WORK TASK >> Once the line with "sling_leg_tension: 90 %" is found in the data, output it and each following line exactly, up to and including the line with "#include <memory>", and nothing before or after.

THE INPUT >>
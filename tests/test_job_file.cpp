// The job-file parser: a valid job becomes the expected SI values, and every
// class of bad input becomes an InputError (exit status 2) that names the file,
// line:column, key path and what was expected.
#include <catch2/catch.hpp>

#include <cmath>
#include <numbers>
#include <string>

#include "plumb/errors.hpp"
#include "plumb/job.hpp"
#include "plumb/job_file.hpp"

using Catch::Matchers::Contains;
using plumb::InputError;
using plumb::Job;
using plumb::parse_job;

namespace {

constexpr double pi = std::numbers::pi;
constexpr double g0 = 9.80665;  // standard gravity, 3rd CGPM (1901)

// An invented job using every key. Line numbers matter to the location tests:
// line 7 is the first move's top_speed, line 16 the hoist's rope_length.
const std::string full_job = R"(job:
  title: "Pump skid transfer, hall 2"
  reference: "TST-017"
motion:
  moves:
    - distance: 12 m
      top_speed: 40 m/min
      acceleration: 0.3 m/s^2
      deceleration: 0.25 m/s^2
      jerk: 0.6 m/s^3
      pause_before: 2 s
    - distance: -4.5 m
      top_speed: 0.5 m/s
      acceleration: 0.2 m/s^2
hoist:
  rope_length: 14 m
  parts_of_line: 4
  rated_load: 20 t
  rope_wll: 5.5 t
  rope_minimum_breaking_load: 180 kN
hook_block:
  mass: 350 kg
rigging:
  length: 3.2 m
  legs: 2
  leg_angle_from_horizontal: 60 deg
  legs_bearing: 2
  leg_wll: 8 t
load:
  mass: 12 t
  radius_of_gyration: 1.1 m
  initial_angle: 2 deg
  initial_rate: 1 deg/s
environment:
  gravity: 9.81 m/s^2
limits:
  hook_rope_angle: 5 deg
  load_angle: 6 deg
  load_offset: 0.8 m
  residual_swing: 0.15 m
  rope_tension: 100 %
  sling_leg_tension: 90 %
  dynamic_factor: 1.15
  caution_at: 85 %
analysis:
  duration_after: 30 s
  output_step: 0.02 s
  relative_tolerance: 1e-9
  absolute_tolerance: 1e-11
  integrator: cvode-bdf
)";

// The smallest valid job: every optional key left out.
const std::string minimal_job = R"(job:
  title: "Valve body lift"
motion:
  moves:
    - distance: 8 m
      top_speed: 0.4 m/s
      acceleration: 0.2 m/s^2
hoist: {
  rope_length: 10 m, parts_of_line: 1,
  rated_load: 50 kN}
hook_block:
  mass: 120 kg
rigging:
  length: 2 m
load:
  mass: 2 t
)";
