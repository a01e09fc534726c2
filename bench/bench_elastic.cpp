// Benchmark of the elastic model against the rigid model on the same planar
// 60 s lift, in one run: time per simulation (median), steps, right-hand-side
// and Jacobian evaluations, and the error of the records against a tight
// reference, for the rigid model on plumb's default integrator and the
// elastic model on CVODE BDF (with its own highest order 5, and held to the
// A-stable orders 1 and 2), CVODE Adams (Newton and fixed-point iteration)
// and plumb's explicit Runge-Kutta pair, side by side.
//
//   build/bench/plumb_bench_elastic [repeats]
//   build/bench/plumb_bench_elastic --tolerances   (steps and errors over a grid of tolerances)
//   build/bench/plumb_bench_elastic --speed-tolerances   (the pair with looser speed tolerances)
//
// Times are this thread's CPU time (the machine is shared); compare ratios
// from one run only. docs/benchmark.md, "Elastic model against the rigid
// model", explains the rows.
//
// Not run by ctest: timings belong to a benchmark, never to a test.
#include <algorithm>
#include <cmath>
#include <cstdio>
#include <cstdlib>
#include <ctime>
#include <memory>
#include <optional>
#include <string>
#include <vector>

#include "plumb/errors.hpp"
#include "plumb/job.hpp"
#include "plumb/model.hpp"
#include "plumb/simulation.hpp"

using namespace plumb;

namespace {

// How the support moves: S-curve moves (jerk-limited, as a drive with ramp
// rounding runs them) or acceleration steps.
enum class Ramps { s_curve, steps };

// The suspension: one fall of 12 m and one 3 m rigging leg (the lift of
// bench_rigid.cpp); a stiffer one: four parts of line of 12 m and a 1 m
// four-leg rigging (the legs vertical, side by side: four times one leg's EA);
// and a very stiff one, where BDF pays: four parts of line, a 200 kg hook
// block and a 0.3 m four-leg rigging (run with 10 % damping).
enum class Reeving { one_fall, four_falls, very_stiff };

RESULT >>
  sling_leg_tension: 90 %
  dynamic_factor: 1.15
  caution_at: 85 %
analysis:
  duration_after: 30 s
  output_step: 0.02 s
  relative_tolerance: 1e-9
  absolute_tolerance: 1e-11
  integrator: cvode-bdf
)";

// The smallest valid job: every optional key left out.
const std::string minimal_job = R"(job:
  title: "Valve body lift"
motion:
  moves:
    - distance: 8 m
      top_speed: 0.4 m/s
      acceleration: 0.2 m/s^2
hoist: {
  rope_length: 10 m, parts_of_line: 1,
  rated_load: 50 kN}
hook_block:
  mass: 120 kg
rigging:
  length: 2 m
load:
  mass: 2 t
)";
repository a01e09fc534726c2
filename bench/bench_elastic.cpp
// Benchmark of the elastic model against the rigid model on the same planar
// 60 s lift, in one run: time per simulation (median), steps, right-hand-side
// and Jacobian evaluations, and the error of the records against a tight
// reference, for the rigid model on plumb's default integrator and the
// elastic model on CVODE BDF (with its own highest order 5, and held to the
// A-stable orders 1 and 2), CVODE Adams (Newton and fixed-point iteration)
// and plumb's explicit Runge-Kutta pair, side by side.
//
//   build/bench/plumb_bench_elastic [repeats]
//   build/bench/plumb_bench_elastic --tolerances   (steps and errors over a grid of tolerances)
//   build/bench/plumb_bench_elastic --speed-tolerances   (the pair with looser speed tolerances)
//
// Times are this thread's CPU time (the machine is shared); compare ratios
// from one run only. docs/benchmark.md, "Elastic model against the rigid
// model", explains the rows.
//
// Not run by ctest: timings belong to a benchmark, never to a test.
#include <algorithm>
#include <cmath>
#include <cstdio>
#include <cstdlib>
#include <ctime>
#include <memory>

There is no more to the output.